Google & Amazon are miles ahead, 1stly because they have the resources but also because the have the weight and engineers to create application specific SoCs with absolutely huge purchase power through economies of scale.
Even then Google for them makes a small loss whilst Amazon is currently leaking like sieve.
The difference with the best in academia working for and posting papers on the latest technical innovation and some very capable HA Python ESPHome programmers, is still huge and in the DSP world is completely dependent on free software and opensource provided by the big guys & academia, which is in very short supply.
Basically you have the BSS blob provided by Esspressif, a delay-sum beamformer by myself and various filters such as dtln, deepfilternet & conv-tasnet that are a massive evolution over early attempts such as RnNoise.
Hardware the Amlogic chips you mention are very low-end as they are expecting custom embedded systems written in a performant language like C/++ or even Rust or Go.
Python is more of RAD language hence why we never see it in kernels or drivers, so likely to make provision for Python and coding that is far removed from performant custom embedded systems hardware choice is like in need of Victorian engineering and compensate by going higher end.
The Orangepi5 is considerabilly better than the Rpi5 at similar price and near all RK3588(s) boards have recieved good support especially mainline.
Okdo now suppply the OKdo ROCK ZERO 3W 1GB with Wi-Fi/BLE without GPIO - OKdo which is a Cortex-A55 is an even bigger step up over the Rpi02W again at a similar price, but unlike the RK3588s support currently its not good, but likely with some community backing can be quickly supported.
When a Rpi5 4gb is only £2 more than a Rpi4, the Rpi4 doesn’t make sense anymore, or likely its CM4 as as similar CM5 is likely.
The Rpi5 for Arm is strangely inefficient and one reason why I have a preference for the Opi5 that posts nearly 2x Gflops/watt.

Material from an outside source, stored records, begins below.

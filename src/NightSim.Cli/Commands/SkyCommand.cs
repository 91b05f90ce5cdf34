using System.CommandLine;
using System.Globalization;
using System.Text;
using System.Text.Json;
using NightSim.Cli.Plotting;
using NightSim.Sky;

namespace NightSim.Cli.Commands;

/// <summary>
/// <c>nightsim sky</c>: sunset, twilight limits and sunrise of each night at a site, with the clock times at which
/// clear-sky illuminance (USNO Circular 171 model) crosses 100, 10 and 1 lux; optional plot.
/// </summary>
internal static class SkyCommand
{
    /// <summary>Levels whose crossing times are listed, lux.</summary>
    public static readonly double[] CrossingLevels = [100.0, 10.0, 1.0];

    /// <summary>Builds the verb. Output goes to <paramref name="output"/> / <paramref name="error"/> (console when null).</summary>
    public static Command Create(TextWriter? output = null, TextWriter? error = null)
    {
        var lat = CliNumbers.Real("--lat", "Latitude, degrees (north positive), -90 to 90 with a decimal point", -90, 90, "--lat 52.1");
        lat.Required = true;
        var lon = CliNumbers.Real("--lon", "Longitude, degrees (east positive), -180 to 180 with a decimal point", -180, 180, "--lon 8.6");
        lon.Required = true;
        var tz = new Option<string>("--tz") { Description = "IANA time zone, e.g. Europe/Berlin", Required = true };
        var date = new Option<string>("--date") { Description = "Date of the first night, YYYY-MM-DD", Required = true };
        var days = CliNumbers.Whole<int>("--days", "Number of nights, 1 to 3660", 1, 3660, "nights");
        days.DefaultValueFactory = _ => 1;
        var format = new Option<string>("--format") { Description = "Output format", DefaultValueFactory = _ => "text" };
        format.AcceptOnlyFromAmong("text", "json");
        var plot = new Option<string?>("--plot") { Description = "Draw illuminance against local time into an .svg or .png file" };

        var cmd = new Command("sky", "Sunset, twilight, sunrise and clear-sky illuminance crossings for a site and dates");
        cmd.Options.Add(lat);
        cmd.Options.Add(lon);
        cmd.Options.Add(tz);
        cmd.Options.Add(date);
        cmd.Options.Add(days);
        cmd.Options.Add(format);
        cmd.Options.Add(plot);
        cmd.SetAction(pr => CliErrors.Run(pr, (o, e) => Run(
            new SkySettings(pr.GetValue(lat), pr.GetValue(lon), pr.GetValue(tz)!, pr.GetValue(date)!, pr.GetValue(days),
                pr.GetValue(format) ?? "text", pr.GetValue(plot)),
            output ?? o, error ?? e)));
        return cmd;
    }

    /// <summary>Runs the verb; returns the exit code (0 ok, 1 a command-line mistake, 5 the plot could not be written).</summary>
    public static int Run(SkySettings s, TextWriter output, TextWriter error)
    {
        string? coordError = Site.ValidateCoordinates(s.Latitude, s.Longitude);
        if (coordError is not null) { error.WriteLine($"error: {coordError}"); return CliErrors.Usage; }
        if (!Site.TryFindTimeZone(s.TimeZone, out TimeZoneInfo zone, out string? tzError)) { error.WriteLine($"error: --tz: {tzError}"); return CliErrors.Usage; }
        if (!DateOnly.TryParseExact(s.Date, "yyyy-MM-dd", CultureInfo.InvariantCulture, DateTimeStyles.None, out DateOnly first))
        {
            error.WriteLine($"error: --date: \"{CliNumbers.Clip(s.Date)}\" is not a date; write YYYY-MM-DD, e.g. 2026-12-21");
            return CliErrors.Usage;
        }
        if (s.Days < 1 || s.Days > 3660) { error.WriteLine("error: --days must be 1…3660"); return CliErrors.Usage; }
        if (first.Year < 1 + 1 || first.AddDays(s.Days + 1).Year > 9998)
        {
            error.WriteLine("error: --date: give a date between the years 2 and 9997");
            return CliErrors.Usage;
        }
        if (s.PlotFile is not null && !SkyPlot.IsSupported(s.PlotFile))
        {
            error.WriteLine($"error: --plot: \"{CliNumbers.Clip(s.PlotFile)}\" must end in .svg or .png");
            return CliErrors.Usage;
        }

        var site = new Site("site", s.Latitude, s.Longitude, zone);
        var nights = new List<(SolarEvents Events, IReadOnlyList<LuxCrossing> Crossings)>();
        for (int d = 0; d < s.Days; d++)
        {
            DateOnly date = first.AddDays(d);
            nights.Add((Twilight.ForNight(site, date), Twilight.LuxCrossings(site, date, CrossingLevels)));
        }

        if (s.PlotFile is not null)
        {
            string? plotError = SkyPlot.Write(s.PlotFile, site, first, s.Days, nights.Select(n => n.Events).ToList());
            if (plotError is not null) { error.WriteLine($"error: --plot: {plotError}. hint: check free disk space and that the folder exists and is writable"); return CliErrors.OutputFailed; }
        }

        if (s.Format == "json") output.Write(ToJson(nights));
        else output.Write(ToText(site, nights));
        if (s.PlotFile is not null && s.Format != "json") output.WriteLine($"plot written to {s.PlotFile}");
        return 0;
    }

    /// <summary>ISO 8601 local time with offset, or null.</summary>
    public static string? Iso(DateTimeOffset? t) => t?.ToString("yyyy-MM-dd'T'HH:mm:sszzz", CultureInfo.InvariantCulture);

    internal static string ToJson(IReadOnlyList<(SolarEvents Events, IReadOnlyList<LuxCrossing> Crossings)> nights)
    {
        using var ms = new MemoryStream();
        using (var w = new Utf8JsonWriter(ms, new JsonWriterOptions { Indented = true, Encoder = System.Text.Encodings.Web.JavaScriptEncoder.UnsafeRelaxedJsonEscaping }))
        {
            w.WriteStartArray();
            foreach (var (e, crossings) in nights)
            {
                w.WriteStartObject();
                w.WriteString("date", e.Date.ToString("yyyy-MM-dd", CultureInfo.InvariantCulture));
                WriteTime(w, "sunset", e.Sunset);
                WriteTime(w, "sunrise", e.Sunrise);
                WriteTime(w, "civilDusk", e.CivilDusk);
                WriteTime(w, "civilDawn", e.CivilDawn);
                WriteTime(w, "nauticalDusk", e.NauticalDusk);
                WriteTime(w, "nauticalDawn", e.NauticalDawn);
                WriteTime(w, "astronomicalDusk", e.AstronomicalDusk);
                WriteTime(w, "astronomicalDawn", e.AstronomicalDawn);
                w.WriteStartArray("luxCrossings");
                foreach (LuxCrossing c in crossings)
                {
                    w.WriteStartObject();
                    w.WriteNumber("lux", c.Lux);
                    WriteTime(w, "dusk", c.Dusk);
                    WriteTime(w, "dawn", c.Dawn);
                    w.WriteEndObject();
                }
                w.WriteEndArray();
                w.WriteEndObject();
            }
            w.WriteEndArray();
        }
        return Encoding.UTF8.GetString(ms.ToArray()) + Environment.NewLine;
    }

    private static void WriteTime(Utf8JsonWriter w, string name, DateTimeOffset? t)
    {
        if (t is null) w.WriteNull(name); else w.WriteString(name, Iso(t));
    }

    internal static string ToText(Site site, IReadOnlyList<(SolarEvents Events, IReadOnlyList<LuxCrossing> Crossings)> nights)
    {
        var sb = new StringBuilder();
        var ic = CultureInfo.InvariantCulture;
        sb.AppendLine(string.Create(ic, $"Site {Math.Abs(site.Latitude):F4}° {(site.Latitude >= 0 ? "N" : "S")}, {Math.Abs(site.Longitude):F4}° {(site.Longitude >= 0 ? "E" : "W")}, zone {site.TimeZone.Id}"));
        sb.AppendLine("Sun: NOAA/Meeus equations; illuminance: USNO Circular 171 model, clear sky, no Moon. \"none\" = does not happen that night.");
        foreach (var (e, crossings) in nights)
        {
            sb.AppendLine();
            sb.AppendLine($"Night of {e.Date.ToString("yyyy-MM-dd", ic)} ({e.Date.DayOfWeek.ToString()[..3]}), local noon to local noon");
            var (noon, nextNoon) = Twilight.NightWindow(site, e.Date);
            double hours = (nextNoon - noon).TotalHours;
            if (Math.Abs(hours - 24) > 1e-9)
                sb.AppendLine(string.Create(ic, $"  clocks change this night: {hours:G3} h from noon to noon (UTC{noon:zzz} → UTC{nextNoon:zzz})"));
            void Row(string label, DateTimeOffset? t) => sb.AppendLine($"  {label,-20} {Clock(e.Date, t)}");
            Row("sunset", e.Sunset);
            Row("civil dusk", e.CivilDusk);
            Row("nautical dusk", e.NauticalDusk);
            Row("astronomical dusk", e.AstronomicalDusk);
            Row("astronomical dawn", e.AstronomicalDawn);
            Row("nautical dawn", e.NauticalDawn);
            Row("civil dawn", e.CivilDawn);
            Row("sunrise", e.Sunrise);
            sb.AppendLine("  clear-sky illuminance crossings:");
            foreach (LuxCrossing c in crossings)
                sb.AppendLine(string.Create(ic, $"    {c.Lux,5:G4} lx   falls {Clock(e.Date, c.Dusk)}   rises {Clock(e.Date, c.Dawn)}"));
        }
        return sb.ToString();
    }

    private static string Clock(DateOnly night, DateTimeOffset? t)
    {
        if (t is not DateTimeOffset v) return "none".PadRight(25);
        string day = DateOnly.FromDateTime(v.DateTime) == night ? "      " : "(+1 d)";
        return $"{v.ToString("HH:mm:ss", CultureInfo.InvariantCulture)} {day} UTC{v.ToString("zzz", CultureInfo.InvariantCulture)}";
    }
}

Raspberry Zero2W is an underclocked Pi3 and £17, whilst the £18 RadxaZero3W has a lot more under the hood.
Be it Raspberry, OrangePi or Radxa the current SBC that standout are the above Pi5 & Zero ones.
[EDIT] Radxa Zero3W likely will have an image by GitHub - Joshua-Riek/ubuntu-rockchip: Ubuntu 22.04 for Rockchip RK3588 Devices who does the best Ubuntu RK3588(s) images and would be great also to have Ubuntu images for the Radxa Zero3W as the Radxa ones still look bad.
OrangePi3B likely to be supported also.